DATA SECTION:
TEST(ColumnInvariants, ColumnOutputsDoNotDependOnLevelFields) {
  // --level-fields adds per-level outputs; it must not change the 2-D fields.
  for (BuoyancyMode mode : kModes) {
    AnalysisSettings plain = settings_for(mode);
    plain.level_fields = false;
    ColumnAnalyzer other(plain);
    ColumnResult r2;
    long failures = 0;
    for_each_column(mode, [&](int i, const OwnedColumn& c, const LevelView&, const ColumnAnalyzer&,
                              const ColumnResult& r) {
      other.analyze(c.view(), r2);
      int q = -1;
      if (!identical(outputs_of(r), outputs_of(r2), &q) && failures++ < 5)
        ADD_FAILURE() << describe(i, c) << ": output " << q << " is " << outputs_of(r)[q]
                      << " with level fields, " << outputs_of(r2)[q] << " without";
    });
    EXPECT_EQ(failures, 0) << "mode " << to_string(mode);
  }
}

TEST(ColumnInvariants, QcCountsDoNotDependOnLevelFields) {
  // The QC counts go to the output attributes and the run summary: the same input
  // must give the same counts whether or not --level-fields is asked for.
  for (BuoyancyMode mode : kModes) {
    AnalysisSettings plain = settings_for(mode);
    plain.level_fields = false;
    ColumnAnalyzer other(plain);
    ColumnResult r2;
    long failures = 0;
    for_each_column(mode, [&](int i, const OwnedColumn& c, const LevelView&, const ColumnAnalyzer&,
                              const ColumnResult& r) {
      other.analyze(c.view(), r2);
      int q = -1;
      if (!identical(qc_of(r), qc_of(r2), &q) && failures++ < 5)
        ADD_FAILURE() << describe(i, c) << ": QC count " << q << " (analysed, skipped, humidity "
                      << "clipped, dew point corrected, temperature rejected) is " << qc_of(r)[q]
                      << " with level fields, " << qc_of(r2)[q] << " without";
    });
    EXPECT_EQ(failures, 0) << "mode " << to_string(mode);
  }
}
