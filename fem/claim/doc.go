// Package claim implements the claims of gapcert problem files: the one
// grammar of a claim, the quantities a claim may name, and the check that
// a problem provides every quantity its claims name.
//
// # Grammar
//
// A claim is "lhs REL rhs": exactly one relation, outside all
// parentheses, between two formulas in the syntax of package
// gapcert/interval/formula. REL is one of
//
//	>=  or  ≥     at least
//	<=  or  ≤     at most
//	>             greater than
//	<             less than
//
// The Unicode signs ≥ and ≤ are the same relations as >= and <= (a problem
// file is UTF-8, and a claim copied from a paper keeps its signs); Rel
// records the ASCII form. Equalities and inequations ("=", "==", "!=",
// "≠"), the reversed spellings "=>" and "=<", and signs that only look
// like ≥ and ≤ ("⩾", "⩽", "≧", "≦") are refused with a hint: an equality
// cannot be decided by enclosures, and the others are more likely typos
// than relations. A claim is at most MaxLen bytes long. Parse
// reports every defect as an *Error with the 1-based byte column in the
// claim's text and a hint.
//
// # Quantities
//
// Besides pi, e and the problem's parameters a claim may name
//
//	lambda1 … lambda20   the certified eigenvalues (up to the problem's "eigenvalues")
//	gap                  lambda2 − lambda1
//	D                    the diameter (the length of an interval)
//	area, perimeter      polygons only
//	inradius             triangles only: 2·area/perimeter
//	alpha                the Robin coefficient, when the problem has Robin
//	                     sides and all of them have one coefficient
//
// Whether a quantity has a value depends on the problem: Scope describes
// what a problem provides, and Claim.CheckScope names the first quantity of
// a claim that the problem does not provide, with its column and a hint. A
// parameter of the problem is always available, and a parameter named
// alpha is that parameter (a problem may not give a parameter the name of
// another quantity; package fem/problem refuses it).
//
// # Layers
//
// This package depends only on interval and interval/formula, so that
// package fem/problem checks claims when it reads a problem file (syntax,
// names and availability, each defect with its JSON path), and the
// certificate side (certs, certs/certify, certs/plot/sweepplot) parses and
// evaluates the same claims with the same grammar. A claim that names a
// quantity the problem does not provide is thereby an invalid problem,
// refused before any computation by every command that reads problems.
// The catalogue of built-in claims ("@name") is package fem/claim/named, which
// writes its inequalities in this grammar.
package claim
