// Package claim implements the claims of gapcert problem files: the one
// grammar of a claim, the quantities a claim may name, and the check that
// a problem provides every quantity its claims name.
//
// # Grammar
//
// A claim is "lhs REL rhs": exactly one relation, outside all
// parentheses, between two formulas in the syntax of package
// gapcert/interval/formula. REL is one of
//
//	>=  or  ≥     at least
//	<=  or  ≤     at most
//	>             greater than
//	<             less than
//
// The Unicode signs ≥ and ≤ are the same relations as >= and <= (a problem
// file is UTF-8, and a claim copied from a paper keeps its signs); Rel
// records the ASCII form. Equalities and inequations ("=", "==", "!=",
// "≠"), the reversed spellings "=>" and "=<", and signs that only look
// like ≥ and ≤ ("⩾", "⩽", "≧", "≦") are refused with a hint: an equality
// cannot be decided by enclosures, and the others are more likely typos
// than relations. A claim is at most MaxLen bytes long. Parse
// reports every defect as an *Error with the 1-based byte column in the
// claim's text and a hint.
//
// # Quantities
//
// Besides pi, e and the problem's parameters a claim may name
//
//	lambda1 … lambda20   the certified eigenvalues (up to the problem's "eigenvalues")
//	gap                  lambda2 − lambda1
//	D                    the diameter (the length of an interval)
//	area, perimeter      polygons only
//	volume, surface_area polyhedra and products of three or four coordinates
//	inradius             triangles: 2·area/perimeter; tetrahedra: 3·volume/surface_area
//	alpha                the Robin coefficient, when the problem has Robin
//	                     sides (faces in three dimensions) and all of them
//	                     have one coefficient
//	shape_margin         polygons only: u(x)u(y) − u(m)² for the midpoint
//	                     triple x, y, m = (x + y)/2 of the ground state u
//	                     (unit L² norm) recorded in results.ground_state
//
// shape_margin is a value of the certificate, not of the problem alone:
// its enclosure is the witness's margin when results.ground_state has a
// witness of failed log-concavity, else the margin of the best candidate
// triple of the search (package certs/certify). The problem file cannot
// say whether the ground-state block will be computed, so Scope provides
// shape_margin on every polygon; the certifier refuses, before computing,
// a claim that names it when the ground state is not asked for, and a
// claim whose certificate has a block with neither margin is undecided
// with that reason. "shape_margin > 0" holding shows a triple with
// u(m)² < u(x)u(y); it failing says only that the recorded triple is not
// such a witness, nothing about log-concavity.
//
// Whether a quantity has a value depends on the problem: Scope describes
// what a problem provides, and Claim.CheckScope names the first quantity of
// a claim that the problem does not provide, with its column and a hint. A
// parameter of the problem is always available, and a parameter named
// alpha is that parameter (a problem may not give a parameter the name of
// another quantity; package fem/problem refuses it).
//
// # Layers
//
// This package depends only on interval and interval/formula, so that
// package fem/problem checks claims when it reads a problem file (syntax,
// names and availability, each defect with its JSON path), and the
// certificate side (certs, certs/certify, certs/plot/sweepplot) parses and
// evaluates the same claims with the same grammar. A claim that names a
// quantity the problem does not provide is thereby an invalid problem,
// refused before any computation by every command that reads problems.
// The catalogue of built-in claims ("@name") is package fem/claim/named, which
// writes its inequalities in this grammar.
package claim
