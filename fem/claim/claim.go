package claim

import (
	"errors"
	"fmt"
	"slices"
	"strings"

	"gapcert/interval"
	"gapcert/interval/formula"
)

// MaxLen is the length in bytes of the longest claim text.
const MaxLen = 4000

// The relations of a claim, as recorded in Claim.Rel.
const (
	AtLeast = ">="
	AtMost  = "<="
	Greater = ">"
	Less    = "<"
)

// Claim is a parsed inequality "lhs REL rhs".
type Claim struct {
	Text     string // as written
	LHS, RHS *formula.Expr
	Rel      string // AtLeast, AtMost, Greater or Less
}

// Error reports a claim that cannot be read or names a quantity that is
// not available. Col is the 1-based byte column in Text.
type Error struct {
	Text string
	Col  int
	Msg  string
	Hint string
}

func (e *Error) Error() string {
	s := fmt.Sprintf("claim %q, col %d: %s", e.Text, e.Col, e.Msg)
	if e.Hint != "" {
		s += " (hint: " + e.Hint + ")"
	}
	return s
}

const grammarHint = "write a claim as lhs REL rhs with REL one of >=, <=, >, < (or ≥, ≤), e.g. lambda2 - lambda1 >= 3*pi^2/D^2"

// relations in the order they are matched: two-byte ASCII forms before
// their one-byte prefixes.
var relations = []struct{ text, rel string }{
	{">=", AtLeast}, {"<=", AtMost}, {"≥", AtLeast}, {"≤", AtMost}, {">", Greater}, {"<", Less},
}

// notRelations are relation-like signs a claim may not use.
var notRelations = []string{"==", "=>", "=<", "!=", "≠", "="}

// lookAlikes are signs that look like ≥ and ≤ but are other characters
// (U+2A7E, U+2A7D, U+2267, U+2266).
var lookAlikes = []string{"⩾", "⩽", "≧", "≦"}

// Parse reads "lhs REL rhs" (see the package documentation): the text must
// contain exactly one relation, outside all parentheses, and each side
// must be a formula. Errors are *Error with the column of the defect.
func Parse(text string) (*Claim, error) {
	fail := func(i int, msg, hint string) error {
		return &Error{Text: text, Col: i + 1, Msg: msg, Hint: hint}
	}
	if len(text) > MaxLen {
		return nil, fail(0, fmt.Sprintf("claim too long (%d bytes, at most %d)", len(text), MaxLen), "split it into several claims")
	}
	pos, width, rel := -1, 0, ""
	depth := 0
	for i := 0; i < len(text); {
		switch text[i] {
		case '(':
			depth++
		case ')':
			depth--
		}
		if bad := prefixIn(text[i:], notRelations); bad != "" {
			return nil, fail(i, fmt.Sprintf("%q is not a relation of a claim", bad), "an equality or inequation cannot be decided by enclosures; use >=, <=, > or <")
		}
		if bad := prefixIn(text[i:], lookAlikes); bad != "" {
			return nil, fail(i, fmt.Sprintf("%q is not a relation of a claim", bad), "write >= or ≥ for at least, <= or ≤ for at most")
		}
		r := -1
		for k := range relations {
			if strings.HasPrefix(text[i:], relations[k].text) {
				r = k
				break
			}
		}
		if r < 0 {
			i++
			continue
		}
		if depth != 0 {
			return nil, fail(i, "relation inside parentheses", grammarHint)
		}
		if pos >= 0 {
			return nil, fail(i, "more than one relation", "write a chain a < b < c as two claims")
		}
		pos, width, rel = i, len(relations[r].text), relations[r].rel
		i += width
	}
	if pos < 0 {
		return nil, fail(0, "no relation", grammarHint)
	}
	side := func(start, end int) (*formula.Expr, error) {
		src := text[start:end]
		if strings.TrimSpace(src) == "" {
			at := start
			if start == 0 {
				at = pos
			}
			return nil, fail(at, "missing expression", grammarHint)
		}
		e, err := formula.Parse(src)
		if err != nil {
			var se *formula.SyntaxError
			if errors.As(err, &se) {
				return nil, &Error{Text: text, Col: start + se.Col, Msg: se.Msg, Hint: se.Hint}
			}
			return nil, fail(start, err.Error(), "")
		}
		return e, nil
	}
	lhs, err := side(0, pos)
	if err != nil {
		return nil, err
	}
	rhs, err := side(pos+width, len(text))
	if err != nil {
		return nil, err
	}
	return &Claim{Text: text, LHS: lhs, RHS: rhs, Rel: rel}, nil
}

// prefixIn returns the first element of list that s starts with, or "".
func prefixIn(s string, list []string) string {
	for _, p := range list {
		if strings.HasPrefix(s, p) {
			return p
		}
	}
	return ""
}

// Vars returns the sorted free names of both sides (not pi or e).
func (c *Claim) Vars() []string {
	v := append(c.LHS.Vars(), c.RHS.Vars()...)
	slices.Sort(v)
	return slices.Compact(v)
}

// Margin encloses lhs − rhs over the box env (interval arithmetic, package
// interval/formula): the result contains the value of lhs − rhs at every
// point of env. The error says why a side cannot be enclosed (a name
// without a value, a function outside its domain).
func (c *Claim) Margin(env map[string]interval.I) (interval.I, error) {
	l, err := c.LHS.Eval(env)
	if err != nil {
		return interval.I{}, err
	}
	r, err := c.RHS.Eval(env)
	if err != nil {
		return interval.I{}, err
	}
	return l.Sub(r), nil
}

// Decide decides the claim for every value in an enclosure d of lhs − rhs
// (Margin):
//
//	>=: holds if d ≥ 0 on all of it (Lo ≥ 0), fails if d < 0 (Hi < 0)
//	>:  holds if Lo > 0, fails if Hi ≤ 0
//	<=: holds if Hi ≤ 0, fails if Lo > 0
//	<:  holds if Hi < 0, fails if Lo ≥ 0
//
// and neither otherwise. Sound because d contains every value of
// lhs − rhs.
func (c *Claim) Decide(d interval.I) (holds, fails bool) {
	switch c.Rel {
	case AtLeast:
		return d.Lo >= 0, d.Hi < 0
	case Greater:
		return d.Lo > 0, d.Hi <= 0
	case AtMost:
		return d.Hi <= 0, d.Lo > 0
	case Less:
		return d.Hi < 0, d.Lo >= 0
	}
	panic("claim: unknown relation " + c.Rel)
}
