package claim

import (
	"fmt"
	"slices"
	"strconv"
	"strings"
)

// MaxEigenvalue is the largest k for which "lambdak" is a quantity.
const MaxEigenvalue = 20

// Names of the quantities besides the eigenvalues.
const (
	Gap       = "gap"
	Diameter  = "D"
	Area      = "area"
	Perimeter = "perimeter"
	Inradius  = "inradius"
	// Volume and SurfaceArea are the measures of a domain of three or
	// four coordinates (a polyhedron or a product) and of its boundary.
	Volume      = "volume"
	SurfaceArea = "surface_area"
	Alpha       = "alpha"
	// ShapeMargin is the margin u(x)·u(y) − u(m)² of the midpoint triple
	// x, y, m = (x + y)/2 that a polygon's certificate records for its
	// ground state u (unit L² norm): the witness's margin, or the best
	// candidate's when there is no witness. It has a value only when the
	// certificate has results.ground_state (certify --ground-state), and
	// only on polygons.
	ShapeMargin = "shape_margin"
)

// Eigenvalue returns the name of the k-th eigenvalue, "lambdak".
func Eigenvalue(k int) string { return "lambda" + strconv.Itoa(k) }

// Quantities returns every quantity name a claim may use besides pi, e
// and the problem's parameters: lambda1 … lambda20, gap, D, area,
// perimeter, inradius, alpha, shape_margin, volume, surface_area. Which of
// them a given problem provides is decided by Scope.
func Quantities() []string {
	names := make([]string, 0, MaxEigenvalue+9)
	for k := 1; k <= MaxEigenvalue; k++ {
		names = append(names, Eigenvalue(k))
	}
	return append(names, Gap, Diameter, Area, Perimeter, Inradius, Alpha, ShapeMargin, Volume, SurfaceArea)
}

// IsQuantity reports whether name is one of Quantities.
func IsQuantity(name string) bool { return slices.Contains(Quantities(), name) }

// eigenvalueIndex returns k for "lambdak" with 1 ≤ k ≤ MaxEigenvalue.
func eigenvalueIndex(name string) (int, bool) {
	digits, ok := strings.CutPrefix(name, "lambda")
	if !ok || digits == "" || digits[0] == '0' {
		return 0, false
	}
	k, err := strconv.Atoi(digits)
	if err != nil || k < 1 || k > MaxEigenvalue {
		return 0, false
	}
	return k, true
}

// Scope is what a problem provides to its claims.
type Scope struct {
	Dim         int // the number of coordinates: 1 interval, 2 polygon, 3 polyhedron or product, 4 product
	Vertices    int // the polygon's or the polyhedron's vertices (0 for an interval or a product of three or four coordinates)
	Eigenvalues int // the number of certified eigenvalues, lambda1 … lambdaN
	// NoAlpha says why alpha has no value ("no side has a Robin
	// condition", …); "" when the Robin sides share one coefficient.
	NoAlpha string
	Params  []string // the problem's parameters
	// Extra are further names with a value (the reference quantity of a
	// built-in claim, see package fem/claim/named).
	Extra []string
}

// Unavailable says why name has no value in s and how to fix the claim;
// both are "" when it has one.
func (s Scope) Unavailable(name string) (why, hint string) {
	if slices.Contains(s.Params, name) || slices.Contains(s.Extra, name) {
		return "", ""
	}
	if k, ok := eigenvalueIndex(name); ok {
		if k <= s.Eigenvalues {
			return "", ""
		}
		return fmt.Sprintf("%s is not certified: the problem asks for %d eigenvalues", name, s.Eigenvalues),
			fmt.Sprintf(`set "eigenvalues": %d or more`, k)
	}
	switch name {
	case Gap, Diameter:
		return "", ""
	case Area, Perimeter:
		if s.Dim == 2 {
			return "", ""
		}
		if s.Dim > 2 {
			return fmt.Sprintf("%s is defined for polygons only", name), "on a domain of three or four coordinates use volume and surface_area"
		}
		return fmt.Sprintf("%s is defined for polygons only", name), "on an interval use D, its length"
	case Volume, SurfaceArea:
		if s.Dim > 2 {
			return "", ""
		}
		return fmt.Sprintf("%s is defined for three-dimensional domains only (and products of four coordinates)", name), "on a polygon use area and perimeter, on an interval D"
	case Inradius:
		if s.Dim == 2 && s.Vertices == 3 || s.Dim == 3 && s.Vertices == 4 {
			return "", ""
		}
		if s.Dim > 2 {
			return "inradius is defined for tetrahedra only among domains of three coordinates (3·volume/surface_area)", "for other domains write the bound you need with volume, surface_area or D"
		}
		return "inradius is defined for triangles only among polygons (2·area/perimeter; in three dimensions for tetrahedra)", "for other domains write the bound you need with area, perimeter or D"
	case Alpha:
		if s.NoAlpha == "" {
			return "", ""
		}
		piece := "side"
		if s.Dim > 2 {
			piece = "face"
		}
		return "alpha has no value: " + s.NoAlpha, "alpha is the Robin coefficient shared by every Robin " + piece + "; write the coefficient itself, or declare it as a parameter"
	case ShapeMargin:
		if s.Dim == 2 {
			return "", ""
		}
		return "shape_margin is defined for polygons only (the margin u(x)u(y) - u(m)^2 of a midpoint triple of the ground state)",
			"on an interval results.ground_state decides log-concavity itself (certify with --ground-state)"
	}
	known := fmt.Sprintf("known names: lambda1…lambda%d, gap, D", max(s.Eigenvalues, 1))
	if s.Dim == 2 {
		known += ", area, perimeter, shape_margin"
		if s.Vertices == 3 {
			known += ", inradius"
		}
	}
	if s.Dim > 2 {
		known += ", volume, surface_area"
		if s.Dim == 3 && s.Vertices == 4 {
			known += ", inradius"
		}
	}
	if s.NoAlpha == "" {
		known += ", alpha"
	}
	known += ", pi, e"
	if len(s.Params) > 0 {
		known += " and the parameters " + strings.Join(s.Params, ", ")
	}
	if n, err := strconv.Atoi(strings.TrimPrefix(name, "lambda")); err == nil && strings.HasPrefix(name, "lambda") && n > MaxEigenvalue {
		known = fmt.Sprintf("at most %d eigenvalues are certified", MaxEigenvalue)
	}
	return fmt.Sprintf("unknown name %q", name), known
}

// CheckScope returns an *Error for the name of the claim that has no value
// in s and occurs first in its text, with its column and a hint; nil if
// every name has a value.
func (c *Claim) CheckScope(s Scope) error {
	var first *Error
	for _, v := range c.Vars() {
		if why, hint := s.Unavailable(v); why != "" {
			if col := nameColumn(c.Text, v); first == nil || col < first.Col {
				first = &Error{Text: c.Text, Col: col, Msg: why, Hint: hint}
			}
		}
	}
	if first == nil {
		return nil
	}
	return first
}

// nameColumn returns the 1-based column of the first occurrence of name as
// a whole identifier in text (1 if not found).
func nameColumn(text, name string) int {
	isIdent := func(b byte) bool {
		return b == '_' || '0' <= b && b <= '9' || 'a' <= b && b <= 'z' || 'A' <= b && b <= 'Z'
	}
	for i := 0; i+len(name) <= len(text); i++ {
		if text[i:i+len(name)] != name {
			continue
		}
		if (i == 0 || !isIdent(text[i-1])) && (i+len(name) == len(text) || !isIdent(text[i+len(name)])) {
			return i + 1
		}
	}
	return 1
}
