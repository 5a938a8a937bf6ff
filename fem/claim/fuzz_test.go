package claim

import (
	"errors"
	"slices"
	"testing"
)

// FuzzParse: Parse never panics; it returns a claim or an *Error with a
// column inside the text (or one past its end), and an accepted claim
// written back as "lhs REL rhs" from its parsed sides reads as the same
// relation.
func FuzzParse(f *testing.F) {
	for _, s := range []string{"lambda2 - lambda1 >= 3*pi^2/D^2", "gap ≥ 1", "a ≤ b", "(a) < (b)", "a > b > c", "a = b", "a ≠ b", "≥", "((a >", "a >== b"} {
		f.Add(s)
	}
	f.Fuzz(func(t *testing.T, text string) {
		c, err := Parse(text)
		if err != nil {
			var ce *Error
			if !errors.As(err, &ce) || ce.Col < 1 || ce.Col > len(text)+1 {
				t.Fatalf("%q: %v", text, err)
			}
			return
		}
		if !slices.Contains([]string{AtLeast, AtMost, Greater, Less}, c.Rel) || c.Text != text {
			t.Fatalf("%q: relation %q, text %q", text, c.Rel, c.Text)
		}
		back, err := Parse("(" + c.LHS.String() + ") " + c.Rel + " (" + c.RHS.String() + ")")
		if err != nil || back.Rel != c.Rel {
			t.Fatalf("%q: written back: %v", text, err)
		}
	})
}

TASK DIRECTIONS:
Begin with the first line of the data above and, please, print each line exactly until you have printed the line containing "point corrected, temperature"; print nothing else.

TASK OUTPUT:
TEST(ColumnInvariants, ColumnOutputsDoNotDependOnLevelFields) {
  // --level-fields adds per-level outputs; it must not change the 2-D fields.
  for (BuoyancyMode mode : kModes) {
    AnalysisSettings plain = settings_for(mode);
    plain.level_fields = false;
    ColumnAnalyzer other(plain);
    ColumnResult r2;
    long failures = 0;
    for_each_column(mode, [&](int i, const OwnedColumn& c, const LevelView&, const ColumnAnalyzer&,
                              const ColumnResult& r) {
      other.analyze(c.view(), r2);
      int q = -1;
      if (!identical(outputs_of(r), outputs_of(r2), &q) && failures++ < 5)
        ADD_FAILURE() << describe(i, c) << ": output " << q << " is " << outputs_of(r)[q]
                      << " with level fields, " << outputs_of(r2)[q] << " without";
    });
    EXPECT_EQ(failures, 0) << "mode " << to_string(mode);
  }
}

TEST(ColumnInvariants, QcCountsDoNotDependOnLevelFields) {
  // The QC counts go to the output attributes and the run summary: the same input
  // must give the same counts whether or not --level-fields is asked for.
  for (BuoyancyMode mode : kModes) {
    AnalysisSettings plain = settings_for(mode);
    plain.level_fields = false;
    ColumnAnalyzer other(plain);
    ColumnResult r2;
    long failures = 0;
    for_each_column(mode, [&](int i, const OwnedColumn& c, const LevelView&, const ColumnAnalyzer&,
                              const ColumnResult& r) {
      other.analyze(c.view(), r2);
      int q = -1;
      if (!identical(qc_of(r), qc_of(r2), &q) && failures++ < 5)
        ADD_FAILURE() << describe(i, c) << ": QC count " << q << " (analysed, skipped, humidity "
                      << "clipped, dew point corrected, temperature rejected) is " << qc_of(r)[q]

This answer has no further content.